Da ließ sich Brahe natürlich nicht lange bitte, blieb in Dänemark und errichtete ab 1576 auf Hven seine beiden berühmten Observatorien: Uraniborg und Stjerneborg, also die „Himmelsburg“ und die „Sternenburg“. Dort gab es die damals modernsten und größten Messgeräte, es gab chemische Laboratorien, luxuriöse Wohnräume für Brahe und seine Familie. Und die vielen Schüler und Mitarbeiter: Brahe machte aus Hven eine Art Forschungszentrum; nahm junge Studenten aus ganz Europa auf, die bei ihm wohnen, essen und lernen konnten. In seiner Zeit auf Hven sammelte er Unmengen an astronomischen Daten und erstellte Himmelskataloge, die genauer waren als alles was bisher existierte.

Uraniborg! Das ist mal ne Sternwarte... (Bild: public domain)
Uraniborg! Das ist mal ne Sternwarte… (Bild: public domain)

1599 war seine Zeit in Dänemark aber vorbei. König Friedrich II war 11 Jahre zuvor gestorben und sein junger Sohn und Nachfolger nicht an Astronomie interessiert. Der Einfluss und Ruhm von Brahe wurde am dänischen Hof nun eher missgünstig betrachtet und bevor man ihn rauswarf, ging Brahe lieber von selbst. Rudolf II, Kaiser des Heiligen Römischen Reichs, König von Böhmen und Ungarn, Erzherzog von Österreich, also einer der mächtigsten Männer damaligen Zeit und noch dazu sehr an der Wissenschaft (und Pseudowissenschaft) interessiert wollte Brahe sowieso unbedingt als Hofastronom nach Prag holen. Also ging Brahe, ließ sich dort eine neue Sternwarte einrichten und holte sich den jungen Johannes Kepler aus Graz als Assistenten.

Lange konnte er seine neue Stelle allerdings nicht genießen. Im Jahr 1601 erkrankte er an einem Blasenleiden; es war ihm unmöglich zu urinieren. Die Geschichte, dass er während eines Banketts mit dem Kaiser aus Höflichkeit so lange den Drang zur Toilette zu gehen zurück hielt, bis Rudolf den Tisch verlassen hatte und deswegen seine Blase platzte, ist mit Sicherheit eine Legende. Genau so übrigens wie die Geschichte, dass Brahe von seinem Assistenten Kepler vergiftet wurde, weil der unbedingt Zugang zu dessen Beobachtungsdaten haben wollte. Diese Behauptung wurde ebenfalls durch medizinische Untersuchungen während der Exhumierung von Brahe im Jahr 2010 widerlegt. Brahe zog sich jedenfalls – wie und warum wissen wir nicht – ein Blasenleiden zu und starb nach 11 qualvollen Tagen am 24. Oktober 1601 im Alter von 54 Jahren.

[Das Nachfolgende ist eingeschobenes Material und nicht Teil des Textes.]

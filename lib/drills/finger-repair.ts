/**
 * Fingering repair for a finished drill: the estimate fingers each drill note from the passage and
 * its neighbours, and this pass makes sure what is printed can be played (DRILL-RUBRIC.md "Fingered
 * so it can be played", common practice):
 * - the keys a hand holds down at a moment (struck together, or still held from before) have one
 *   finger each, rising with pitch in the right hand and falling in the left (no crossed fingers in a
 *   chord, no left-hand thumb below a held key, a held note and a moving note never share a finger);
 * - a held note keeps its finger; unison notes share the one finger their key can take;
 * - the same finger never plays two different keys a step or a third apart (1–4 semitones), note
 *   after note with no rest between, within one line; a key struck again keeps its finger.
 * Only estimated fingers change; fingerings printed in the score or prescribed by the drill stay.
 */
import type { Hand, NoteEvent } from "../score/types";
import { orderedFingers } from "./hand-position";

type Mutable = { -readonly [K in keyof NoteEvent]: NoteEvent[K] };

const fingerOf = (e: NoteEvent): number | null => e.fingering?.[0]?.finger ?? null;
const isFixed = (e: NoteEvent) => !!e.fingering?.length && e.fingeringSource !== "estimated";

/** Steps of 1–4 semitones: too close for one finger to move between keys legato (common practice). */
export const CLOSE_MOVE = { min: 1, max: 4 } as const;

interface Struck {
  readonly midi: number;
  readonly members: number[];
  end: number;
  finger: number | null;
  fixed: boolean;
}

/**
 * The events with estimated fingers changed where they break the rules above. `handOf(e)` is the
 * hand that plays an event; a drill that writes one hand's two voices on two staves passes that hand
 * for both, so held notes and moving notes are judged together.
 *
 * @example
 * repairFingering(drill.score.events, (e) => (e.staff === 1 ? "right" : "left"));
 */
export function repairFingering(events: readonly NoteEvent[], handOf: (e: NoteEvent) => Hand): NoteEvent[] {
  return repairWithReport(events, handOf).events;
}

/**
 * As `repairFingering`, and how many moments are still unplayable as fingered (printed fingers that
 * leave no ordered choice, or more keys held than fingers).
 *
 * @example
 * repairWithReport(events, () => "right").unsettled // 0 when every moment can be played
 */
export function repairWithReport(events: readonly NoteEvent[], handOf: (e: NoteEvent) => Hand): { events: NoteEvent[]; unsettled: number } {
  // Events are copied only where a finger changes.
  const out = events.slice() as Mutable[];
  let unsettled = 0;
  for (const hand of ["right", "left"] as const) {
    const idx = out.map((_, i) => i).filter((i) => handOf(out[i]!) === hand && !out[i]!.grace);
    if (idx.length) unsettled += repairHand(out, idx, hand);
  }
  return { events: out, unsettled };
}

function repairHand(out: Mutable[], idx: number[], hand: Hand): number {
  const onsets = new Float64Array(out.length);
  for (const i of idx) onsets[i] = out[i]!.onset.valueOf();
  const at = (i: number) => onsets[i]!;
  idx.sort((a, b) => at(a) - at(b));
  const open = new Map<string, Struck>();
  const groups = new Map<number, Struck[]>();
  const lineLast = new Map<number, { kind: "rest" | "note"; struck?: Struck; chord: boolean }>();
  const lineOf = new Map<Struck, { prev?: Struck }>();
  const order: number[] = [];
  for (let p = 0; p < idx.length; p++) {
    const i = idx[p]!;
    const e = out[i]!;
    const t = at(i);
    const end = t + e.duration.valueOf();
    if (!e.pitch) {
      if (!e.chord) lineLast.set(e.staff, { kind: "rest", chord: false });
      continue;
    }
    const key = `${e.staff}|${e.voice}|${e.pitch.midi}`;
    if (e.tie === "stop" || e.tie === "continue") {
      const s = open.get(key);
      if (s) {
        s.end = Math.max(s.end, end);
        continue;
      }
    }
    let list = groups.get(t);
    if (!list) { groups.set(t, (list = [])); order.push(t); }
    let s = list.find((x) => x.midi === e.pitch!.midi);
    if (s) {
      s.members.push(i);
      s.end = Math.max(s.end, end);
    } else {
      s = { midi: e.pitch.midi, members: [i], end, finger: fingerOf(e), fixed: isFixed(e) };
      list.push(s);
      const last = lineLast.get(e.staff);
      const single = !e.chord && !(p + 1 < idx.length && out[idx[p + 1]!]!.chord);
      lineOf.set(s, { prev: last?.kind === "note" && !last.chord && single ? last.struck : undefined });
      if (!e.chord) lineLast.set(e.staff, { kind: "note", struck: s, chord: !single });
    }
    if (isFixed(e) && !s.fixed) [s.fixed, s.finger] = [true, fingerOf(e)];
    if (s.finger == null && fingerOf(e) != null) s.finger = fingerOf(e);
    open.set(key, s);
  }
  const struckAll = order.map((t) => ({ t, list: groups.get(t)! }));
  const heldAt = struckAll.map(() => [] as Struck[]);
  let sounding: Struck[] = [];
  struckAll.forEach(({ t, list }, g) => {
    sounding = sounding.filter((s) => s.end > t + 1e-9);
    heldAt[g] = sounding.filter((s) => !list.some((x) => x.midi === s.midi));
    sounding.push(...list);
  });
  // Changing a held note's finger can unsettle the moment it was struck, so go over the drill again.
  for (let pass = 0; pass < 3; pass++) {
    let changed = false;
    struckAll.forEach(({ list }, g) => {
      const held = heldAt[g]!.filter((s) => s.finger != null);
      // A printed finger that repeats the estimated finger before it: change the one before.
      for (const s of list) {
        const prev = lineOf.get(s)?.prev;
        if (s.fixed && prev && !prev.fixed && repeats(s, s.finger, lineOf)) {
          const before = lineOf.get(prev)?.prev;
          const free = [1, 2, 3, 4, 5].filter((f) => f !== s.finger && !(before && before.finger === f && repeats(prev, f, lineOf)));
          const f = free.sort((a, b) => Math.abs(a - prev.finger!) - Math.abs(b - prev.finger!))[0];
          if (f !== undefined) [prev.finger, changed] = [f, true];
        }
      }
      // A key struck again in its line keeps the finger it had, where the held keys allow it.
      for (const s of list) {
        const prev = lineOf.get(s)?.prev;
        if (s.fixed || !prev || prev.midi !== s.midi || prev.finger == null || prev.finger === s.finger) continue;
        const was = s.finger;
        s.finger = prev.finger;
        if (!orderedOk([...held, ...list].sort((a, b) => a.midi - b.midi).map((x) => x.finger), hand)) s.finger = was;
        else changed = true;
      }
      if (settled(held, list, hand, lineOf)) return;
      changed = solve([...held, ...list], held, list, hand, lineOf) || changed;
    });
    if (!changed) break;
  }
  const unsettled = struckAll.filter(({ list }, g) => !settled(heldAt[g]!.filter((s) => s.finger != null), list, hand, lineOf)).length;
  for (const { list } of struckAll) {
    for (const s of list) {
      if (s.fixed || s.finger == null) continue;
      for (const i of s.members) {
        const e = out[i]!;
        if (fingerOf(e) !== s.finger) out[i] = { ...e, fingering: [{ finger: s.finger }], fingeringSource: "estimated" };
      }
    }
  }
  return unsettled;
}

/** True when the fingers (keys low to high; nulls ignored) are distinct and run with pitch. */
function orderedOk(fingers: readonly (number | null)[], hand: Hand): boolean {
  const f = fingers.filter((x): x is number => x != null);
  for (let i = 1; i < f.length; i++) if (hand === "right" ? f[i]! <= f[i - 1]! : f[i]! >= f[i - 1]!) return false;
  return true;
}

type Lines = ReadonlyMap<Struck, { prev?: Struck }>;

/** Every choice of k fingers, rising (right hand) or falling (left hand), by k; built once. */
const RISING: number[][][] = [[], [], [], [], [], []];
for (let mask = 1; mask < 32; mask++) {
  const fingers = [1, 2, 3, 4, 5].filter((f) => mask & (1 << (f - 1)));
  RISING[fingers.length]!.push(fingers);
}
const FALLING = RISING.map((ts) => ts.map((t) => [...t].reverse()));

/** True when the same finger would play this key right after a nearby other key in the line. */
function repeats(s: Struck, finger: number | null, lines: Lines): boolean {
  const prev = lines.get(s)?.prev;
  if (!prev || finger == null || prev.finger !== finger) return false;
  const d = Math.abs(s.midi - prev.midi);
  return d >= CLOSE_MOVE.min && d <= CLOSE_MOVE.max && !(s.fixed && prev.fixed);
}

/** True when the held and struck keys are ordered and no struck key repeats its line's finger. */
function settled(held: readonly Struck[], list: readonly Struck[], hand: Hand, lines: Lines): boolean {
  if (held.length === 0 && list.length === 1) return !repeats(list[0]!, list[0]!.finger, lines);
  const union = [...held, ...list].sort((a, b) => a.midi - b.midi);
  return orderedOk(union.map((s) => s.finger), hand) && !list.some((s) => repeats(s, s.finger, lines));
}

/**
 * The ordered finger choice for the keys down at one moment that changes the fewest estimated
 * fingers: struck keys first, held keys only when nothing else works; fixed fingers never change.
 * Falls back to the struck keys alone when the held keys cannot be fitted. True when a finger changed.
 */
function solve(keys: Struck[], held: readonly Struck[], list: readonly Struck[], hand: Hand, lines: Lines): boolean {
  const union = [...keys].sort((a, b) => a.midi - b.midi);
  const k = union.length;
  let best: number[] | null = null;
  let bestCost = Infinity;
  if (k <= 5) {
    for (const tuple of (hand === "right" ? RISING : FALLING)[k]!) {
      let cost = 0;
      for (let i = 0; i < k && cost < bestCost; i++) {
        const s = union[i]!;
        const f = tuple[i]!;
        if (s.finger === f) continue;
        if (s.fixed) { cost = Infinity; break; }
        cost += held.includes(s) ? 30 : 10 + Math.abs((s.finger ?? f) - f);
      }
      for (let i = 0; i < k && cost < bestCost; i++) if (list.includes(union[i]!) && repeats(union[i]!, tuple[i]!, lines)) cost += 100;
      if (cost < bestCost) [best, bestCost] = [tuple, cost];
    }
  }
  if (!best) return held.length > 0 ? solve([...list], [], list, hand, lines) : false;
  let changed = false;
  union.forEach((s, i) => {
    if (s.finger !== best![i]) [s.finger, changed] = [best![i]!, true];
  });
  return changed;
}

Die großen wissenschaftlichen Revolutionen der nächsten Jahre konnte er leider nicht mehr erleben. Galileo Galileis Entdeckungen mit dem ersten astronomischen Teleskop; die Jupitermonde, die Sonnenflecke, die Phasen der Venus und all die vielen neuen Sterne am Himmel, die mit freiem Auge nicht sichtbar waren. Oder Keplers grandiose „Neue Astronomie“, die erstmals klare mathemathische Gesetze für die Bewegung der Planeten am Himmel angab. Gesetze übrigens, die direkt aus Brahes Daten folgten. Kepler hat den Himmel selbst nie beobachtet sondern für all seine Berechnungen die Aufzeichnungen seines Vorgängers benutzt. Brahe hatte sie ohne Teleskop nur mit dem bloßen Auge gesammelt. Und trotzdem waren sie gut genug, um damit ein ganzes altes Weltbild umzustürzen!

Tycho Brahe war einer der größten und bedeutensten Astronomen seiner Zeit und einer der größten und bedeutensten Astronomen aller Zeiten. Über sein Leben und seine Arbeit könnte man noch viel mehr erzählen. Über sein seltsames Tychonisches Weltbild, das die Kluft zwischen Geo- und Heliozentrismus überbrücken sollte. Über den Zwerg, der bei den Mahlzeiten in Uraniborg unter seinem Tisch sitzen und Prophezeiungen abgeben musste. Über Brahes alchemistische Versuche. Über die großartigen Messgeräte die er erfand und baute. Über all die Astronomen, mit denen er überall in Europa zusammenarbeitete. Über seine Erklärung der Bewegung des Mondes. Über die Attentäter, die ihm der dänische König angeblich auf den Hals gehetzt hat und die Gründe dafür. Und so weiter. Aber dafür reicht die Zeit hier leider nicht aus.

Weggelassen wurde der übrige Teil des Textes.